CK (whose real surname is the similarly-pronounced Hungarian “Szekely”) became an Internet sensation with an angry rant commonly referred to as “Everything’s amazing and nobody’s happy” on a 2009 episode of Late Night with Conan O’Brien,, in which he observed that despite great advances in technology, modern Americans seem unhappier than ever. The fact that CK’s remarks happened to air shortly after the 2008 stock market crash made them incredibly timely and the video went viral–the original post on YouTube has since exceeded four million views.

But he hasn’t stopped there. Aside from creating his own TV series for FX, Louie, the comic has relentlessly continued to work on new material, including the onstage special Live at the Beacon Theater, which CK has made available for download exclusively on his Web site, LouisCK.net. As the comic stated on his site, “The experiment was: if I put out a brand new standup special at a drastically low price ($5) and make it as easy as possible to buy, download and enjoy, free of any restrictions, will everyone just go and steal it? Will they pay for it? And how much money can be made by an individual in this manner?”

As soon as you pay the $5 price for the stand-up comedy show, it’s unlocked as a downloadable video. And aside from limiting the number of times the video can be downloaded per purchase (presumably to avoid excessive bandwidth costs), the show has relatively few legal strings attached–no lengthy terms of service to read, no ongoing subscription, and no sale of your personal information to some enormous corporate entity. CK has released the video more or less on good faith, asking only that fans consider buying the special, rather than downloading a pirated version for free.

Digital content continues to be a bone of contention between consumers–many of whom download pirated music, movies, and software for free without compensating the creators–and content providers, who either attempt to use restrictive digital rights management software to prevent illegal distribution, or are exploring alternate distribution methods that can still turn a profit, such as ad-supported video sites like Hulu. Given CK’s popularity, it seemed like his latest special might very well have ended up being yet another piece of content to be pirated rather than paid for; yet on December 21, the comic issued a statement on his Web site stating that the sales of the special had exceeded a million dollars.

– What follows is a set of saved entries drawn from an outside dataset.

package stats

// This file holds the O(n) sort that the rank methods and the quartiles
// use: a least-significant-digit radix sort of float64 values mapped to
// order-preserving unsigned keys. On 10⁶ values it is several times faster
// than a comparison sort; NewSorted (sorted.go) sorts a study's pairs with
// it once for every statistic that needs an order.

import "math"

// floatKey maps v (not NaN) to a uint64 whose unsigned order is the numeric
// order of v: flip all bits of a negative number, set the sign bit of a
// positive one. This rests on the IEEE 754 encoding, whose bit patterns of
// non-negative values order like the values (the basis of totalOrder, IEEE
// 754-2008 §5.10). −0 is mapped like +0, so values that compare equal get
// equal keys.
func floatKey(v float64) uint64 {
	if v == 0 {
		v = 0 // −0 → +0
	}
	b := math.Float64bits(v)
	if b>>63 == 1 {
		return ^b
	}
	return b | 1<<63
}

// keyFloat inverts floatKey.
func keyFloat(k uint64) float64 {
	if k>>63 == 1 {
		return math.Float64frombits(k &^ (1 << 63))
	}
	return math.Float64frombits(^k)
}

// radixSort sorts keys ascending, applying the same permutation to idx
// when idx is not nil (len(idx) = len(keys)). It is a stable LSD radix sort
// (Knuth, TAOCP vol. 3, §5.2.5) with six 11-bit digits: one pass builds all
// the histograms, and a digit that is the same for every key is skipped.
// kbuf and ibuf are scratch of the same lengths (ibuf may be nil with idx).
// The sorted data end up in keys and idx.
func radixSort(keys []uint64, idx []int32, kbuf []uint64, ibuf []int32) {
	const (
		bits    = 11
		buckets = 1 << bits
		mask    = buckets - 1
		digits  = (64 + bits - 1) / bits
	)
	n := len(keys)
	if n < 2 {
		return
	}
	var count [digits][buckets]int32
	for _, k := range keys {
		for d := 0; d < digits; d++ {
			count[d][(k>>(bits*d))&mask]++
		}
	}
	src, dst := keys, kbuf[:n]
	isrc, idst := idx, ibuf
	for d := 0; d < digits; d++ {
		c := &count[d]
		shift := uint(bits * d)
		if int(c[(src[0]>>shift)&mask]) == n {
			continue // every key has this digit
		}
		var pos [buckets]int32
		var sum int32
		for b := 0; b < buckets; b++ {
			pos[b] = sum
			sum += c[b]
		}
		if isrc == nil {
			for _, k := range src {
				b := (k >> shift) & mask
				dst[pos[b]] = k
				pos[b]++
			}
		} else {
			for i, k := range src {
				b := (k >> shift) & mask
				p := pos[b]
				dst[p] = k
				idst[p] = isrc[i]
				pos[b]++
			}
			isrc, idst = idst, isrc
		}
		src, dst = dst, src
	}
	if &src[0] != &keys[0] {
		copy(keys, src)
		if idx != nil {
			copy(idx, isrc)
		}
	}
}

// sortedCopy returns the values of x sorted ascending (x holds no NaN).
func sortedCopy(x []float64) []float64 {
	keys := make([]uint64, len(x))
	for i, v := range x {
		keys[i] = floatKey(v)
	}
	radixSort(keys, nil, make([]uint64, len(x)), nil)
	out := make([]float64, len(x))
	for i, k := range keys {
		out[i] = keyFloat(k)
	}
	return out
}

“So it’s been about 12 days since the thing started and yesterday we hit the crazy number,” says the Web site update. “People are paying attention to what’s going on with this thing. So I guess I want to set an example of what you can do if you all of a sudden have a million dollars that people just gave to you directly because you told jokes.” Specifically, the comic plans to split the pot into four parts: one to be used to cover the special’s original production costs; one to paid out to his staff as a holiday bonus; one to be paid out to various charities; and the remainder to stay in the comedian’s pocket to cover his own living expenses.

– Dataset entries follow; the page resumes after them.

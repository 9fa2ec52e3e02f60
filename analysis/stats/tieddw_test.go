package stats

import (
	"math"
	"math/rand/v2"
	"testing"
)

// permutations calls f with every permutation of a (Heap's algorithm).
func permutations(a []float64, f func([]float64)) {
	var gen func(k int)
	gen = func(k int) {
		if k == 1 {
			f(a)
			return
		}
		gen(k - 1)
		for i := 0; i < k-1; i++ {
			if k%2 == 0 {
				a[i], a[k-1] = a[k-1], a[i]
			} else {
				a[0], a[k-1] = a[k-1], a[0]
			}
			gen(k - 1)
		}
	}
	gen(len(a))
}

// TestDurbinWatsonTiedIsTheMeanOverTieOrders checks the closed form
// against its definition, by brute force: the mean of DurbinWatson over
// every order of the rows within each block of tied keys.
func TestDurbinWatsonTiedIsTheMeanOverTieOrders(t *testing.T) {
	key := []float64{1, 1, 1, 2, 3, 3, 3, 3}
	e := []float64{0.3, -1.2, 0.8, 2.1, -0.4, -0.9, 1.7, 0.05}
	// Blocks: rows 0–2, row 3, rows 4–7; enumerate the 3!·4! orders.
	b1, b3 := []float64{0.3, -1.2, 0.8}, []float64{-0.4, -0.9, 1.7, 0.05}
	var sum float64
	count := 0
	permutations(b1, func(p1 []float64) {
		permutations(b3, func(p3 []float64) {
			r := append(append(append([]float64{}, p1...), 2.1), p3...)
			sum += DurbinWatson(r)
			count++
		})
	})
	want := sum / float64(count)
	// Shuffle the rows: the result is a function of the pairs only.
	rng := rand.New(rand.NewPCG(1, 2))
	for trial := 0; trial < 5; trial++ {
		got := DurbinWatsonTied(key, e)
		if math.Abs(got-want) > 1e-13*want {
			t.Fatalf("DurbinWatsonTied = %.17g, mean over the %d tie orders = %.17g", got, count, want)
		}
		rng.Shuffle(len(key), func(i, j int) { key[i], key[j] = key[j], key[i]; e[i], e[j] = e[j], e[i] })
	}
}

// TestDurbinWatsonTiedWithoutTies: with distinct keys it is the ordinary
// statistic of the residuals sorted by key.
func TestDurbinWatsonTiedWithoutTies(t *testing.T) {
	key := []float64{5, 1, 4, 2, 3}
	e := []float64{0.5, -1, 0.2, 0.7, -0.4}
	want := DurbinWatson([]float64{-1, 0.7, -0.4, 0.2, 0.5})
	if got := DurbinWatsonTied(key, e); math.Abs(got-want) > 1e-15 {
		t.Fatalf("DurbinWatsonTied = %v, want %v", got, want)
	}
	if got := DurbinWatsonTied([]float64{1}, []float64{1}); !math.IsNaN(got) {
		t.Fatalf("one row: %v, want NaN", got)
	}
	if got := DurbinWatsonTied([]float64{1, 2}, []float64{0, 0}); !math.IsNaN(got) {
		t.Fatalf("zero residuals: %v, want NaN", got)
	}
}

// TestClopperPearson against statsmodels 0.13.5,
// statsmodels.stats.proportion.proportion_confint(k, n, alpha=a,
// method="beta") (scipy 1.10.1 beta quantiles underneath).
func TestClopperPearson(t *testing.T) {
	for _, c := range []struct {
		k, n   int
		a      float64
		lo, hi float64
	}{
		{3, 20, 0.05, 0.0320709371854637, 0.37892682654531396},
		{0, 199, 0.001, 0, 0.03747524122307612},
		{10, 999, 0.00025, 0.0022695621868623708, 0.027210713218800173},
		{199, 199, 0.01, 0.9737266024440432, 1},
	} {
		lo, hi := ClopperPearson(c.k, c.n, 1-c.a)
		if math.Abs(lo-c.lo) > 1e-9*math.Max(c.lo, 1e-300) && !(lo == 0 && c.lo == 0) || math.Abs(hi-c.hi) > 1e-9*c.hi {
			t.Errorf("ClopperPearson(%d, %d, %v) = %.17g, %.17g; want %.17g, %.17g", c.k, c.n, 1-c.a, lo, hi, c.lo, c.hi)
		}
	}
}
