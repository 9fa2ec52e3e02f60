package stats

import (
	"encoding/binary"
	"math"
	"math/rand/v2"
	"testing"
)

// FuzzExtrasNoPanic: whatever the numbers (NaN, ±Inf, ±0, huge, tiny,
// ties, constant columns), the additional statistics never panic, and the
// bounded quantities stay in their bounds: dCor and every p-value in
// [0, 1], adjusted p-values between the raw value and 1, Durbin–Watson in
// [0, 4], one LOWESS value per row.
func FuzzExtrasNoPanic(f *testing.F) {
	seed := func(v ...float64) []byte {
		b := make([]byte, 8*len(v))
		for i, x := range v {
			binary.LittleEndian.PutUint64(b[8*i:], math.Float64bits(x))
		}
		return b
	}
	f.Add(seed(1, 2, 3, 4, 5, 2, 4, 5, 4, 5, 1, 1, 2, 2))
	f.Add(seed(2, 5, 2, 1, 2, 3, 9, 10))
	f.Add(seed(math.NaN(), 1, math.Inf(1), 2, 0, math.Copysign(0, -1)))
	f.Add(seed(1e300, -1e300, 1e-300, 5e-324, 3, 3, 3, 3))
	f.Add(seed(1e9, 1, 1e9+1, 2, 1e9+2, 2, 1e9, 3, 1e9+1, 5, 1e9+2, 4))
	f.Fuzz(func(t *testing.T, data []byte) {
		n := len(data) / 16
		x, y := make([]float64, n), make([]float64, n)
		for i := 0; i < n; i++ {
			x[i] = math.Float64frombits(binary.LittleEndian.Uint64(data[16*i:]))
			y[i] = math.Float64frombits(binary.LittleEndian.Uint64(data[16*i+8:]))
		}
		in01 := func(what string, p float64) {
			if !math.IsNaN(p) && !(p >= 0 && p <= 1) {
				t.Fatalf("%s = %v outside [0, 1]", what, p)
			}
		}
		if fit := Lowess(x, y, 2.0/3, 2, -1); len(fit) != n {
			t.Fatalf("Lowess: %d values for %d rows", len(fit), n)
		}
		LowessCurve(x, y, 0.3, 1, 0)
		TheilSen(x, y, 8, rand.NewPCG(1, 2))
		d := DistanceCorrelation(x, y)
		in01("dCor", d)
		d2, p, _, _ := DistanceCorrTest(x, y, 9, 6, rand.NewPCG(3, 4))
		in01("dCor (test)", d2)
		in01("dCor p", p)
		_, _, _, lp, _ := LackOfFit(x, y)
		in01("lack-of-fit p", lp)
		_, _, bp := BreuschPagan(y, x)
		in01("Breusch–Pagan p", bp)
		if dw := DurbinWatson(y); !math.IsNaN(dw) && !(dw >= 0 && dw <= 4+1e-12) {
			if !math.IsInf(dw, 0) { // overflow of the sums is possible for |y| near MaxFloat64
				t.Fatalf("Durbin–Watson = %v outside [0, 4]", dw)
			}
		}
		_, op, or := OrderTrend(x, y)
		in01("order-trend p", op)
		if !math.IsNaN(or) && !(or >= -1 && or <= 1) {
			t.Fatalf("order-trend r = %v", or)
		}
		PartialCorrelation(x, y, y, 0.95) // z = y: must not panic
		_, _, _, pp := PartialCorrelation(x, y, x, 0.95)
		in01("partial p", pp)
		ps := make([]float64, n)
		for i := range ps {
			ps[i] = math.Abs(math.Mod(x[i], 1))
		}
		for name, adj := range map[string][]float64{"Holm": Holm(ps), "BH": BenjaminiHochberg(ps)} {
			for i, v := range adj {
				if !math.IsNaN(ps[i]) && !(v >= ps[i] && v <= 1) {
					t.Fatalf("%s[%d] = %v for p %v", name, i, v, ps[i])
				}
			}
		}
	})
}
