// TestSortedFits: Sorted.LineSummary and Sorted.PolynomialSummary, whose
// checks and scaling read the sorted ends and whose means and centred sums
// come from Sorted.Moments, and Sorted.Describe and Sorted.LackOfFit, give
// LineSummary's, PolynomialSummary's, Describe's and lack of fit's results
// on the sorted pairs bit for bit, errors included: data that need no
// scaling, y and x far from 1 (scaled by a power of two), x far from 0
// (both parts of the mean), a constant x and x with two distinct values
// (an identity, for any data).
func TestSortedFits(t *testing.T) {
	t.Parallel()
	rng := rand.New(rand.NewPCG(13, 14))
	for _, c := range []struct {
		name   string
		xs, ys float64 // scales of x and y
		levels int     // distinct x (0: many)
		off    float64 // added to x (a mean far larger than the spread needs both parts of the mean)
	}{{"plain", 1, 1, 0, 0}, {"y-1e300", 1, 1e300, 0, 0}, {"x-1e-300", 1e-300, 1, 0, 0}, {"x-1e250-y-1e-250", 1e250, 1e-250, 0, 0},
		{"constant-x", 1, 1, 1, 0}, {"two-levels", 1, 1, 2, 0}, {"x-offset-1e9", 1, 1, 0, 1e9}} {
		x, y := make([]float64, 3000), make([]float64, 3000)
		for i := range x {
			u := math.Round(rng.NormFloat64()*100) / 100
			if c.levels > 0 {
				u = float64(i % c.levels)
			}
			x[i] = (5+u)*c.xs + c.off
			y[i] = (1 + 0.4*u + 0.05*u*u + rng.NormFloat64()) * c.ys
		}
		s := NewSorted(x, y)
		l1, e1 := s.LineSummary(0.95)
		l2, e2 := LineSummary(s.X, s.Y, 0.95)
		if fmt.Sprintf("%#v %v", l1, e1) != fmt.Sprintf("%#v %v", l2, e2) {
			t.Errorf("%s: Sorted.LineSummary %+v %v, LineSummary %+v %v", c.name, l1, e1, l2, e2)
		}
		dx, dy := s.Describe()
		if wx, wy := Describe(s.X), Describe(s.Y); fmt.Sprintf("%#v %#v", dx, dy) != fmt.Sprintf("%#v %#v", wx, wy) {
			t.Errorf("%s: Sorted.Describe %+v %+v, Describe %+v %+v", c.name, dx, dy, wx, wy)
		}
		if e2 == nil {
			f1, a1, b1, p1, ok1 := s.LackOfFit(l2.Slope.Estimate)
			f2, a2, b2, p2, ok2 := lackOfFitSorted(s.X, s.Y, l2.Slope.Estimate, nil)
			if fmt.Sprint(f1, a1, b1, p1, ok1) != fmt.Sprint(f2, a2, b2, p2, ok2) {
				t.Errorf("%s: Sorted.LackOfFit %v %v %v %v %v, lackOfFitSorted %v %v %v %v %v", c.name, f1, a1, b1, p1, ok1, f2, a2, b2, p2, ok2)
			}
		}
		q1, e1 := s.PolynomialSummary(2, 0.95)
		q2, e2 := PolynomialSummary(s.X, s.Y, 2, 0.95)
		show := func(r Regression, err error) string { // the polynomial's map by value, not its address
			pm := r.poly
			r.poly = nil
			return fmt.Sprintf("%#v %#v %v", r, pm, err)
		}
		if show(q1, e1) != show(q2, e2) {
			t.Errorf("%s: Sorted.PolynomialSummary %+v %v, PolynomialSummary %+v %v", c.name, q1, e1, q2, e2)
		}
	}
}
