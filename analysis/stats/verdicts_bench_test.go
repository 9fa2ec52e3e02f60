package stats

import (
	"fmt"
	"math/rand/v2"
	"testing"
)

// Benchmarks of the statistics added for order-free and robust verdicts, at
// n = 10³, 10⁵ and 10⁶ (./bench.sh prints medians).
func benchData(n int) (x, y, key []float64, g []int) {
	rng := rand.New(rand.NewPCG(uint64(n), 3))
	x, y, key, g = make([]float64, n), make([]float64, n), make([]float64, n), make([]int, n)
	for i := range x {
		x[i] = rng.Float64()
		y[i] = x[i] + rng.NormFloat64()
		key[i] = float64(rng.IntN(50)) // ties
		g[i] = rng.IntN(11)
	}
	return
}

func BenchmarkVerdictStats(b *testing.B) {
	for _, n := range []int{1_000, 100_000, 1_000_000} {
		x, y, key, g := benchData(n)
		b.Run(fmt.Sprintf("DurbinWatsonTied/n=%d", n), func(b *testing.B) {
			for b.Loop() {
				DurbinWatsonTied(key, y)
			}
		})
		b.Run(fmt.Sprintf("SlopeHAC/n=%d", n), func(b *testing.B) {
			for b.Loop() {
				SlopeHAC(x, y, NeweyWestLags(n))
			}
		})
		b.Run(fmt.Sprintf("SlopeHC3/n=%d", n), func(b *testing.B) {
			for b.Loop() {
				SlopeHC3(x, y)
			}
		})
		b.Run(fmt.Sprintf("CompareGroupLines/n=%d", n), func(b *testing.B) {
			for b.Loop() {
				CompareGroupLines(x, y, g)
			}
		})
	}
}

Of course, CK’s special is by no means the first example of digital content for sale exclusively on the Web, nor is his business model particularly original–for instance, the New York-based startup company Kickstarter has made a business out of letting would-be entrepreneurs openly seek funding online. But the huge success of CK’s special does represent an intersection of in-demand content and inexpensive, customer-friendly digital distribution that actually works–without TV executives and without copy-protection software–and in a way that may very well be a sign of things to come for broadcast media in the future.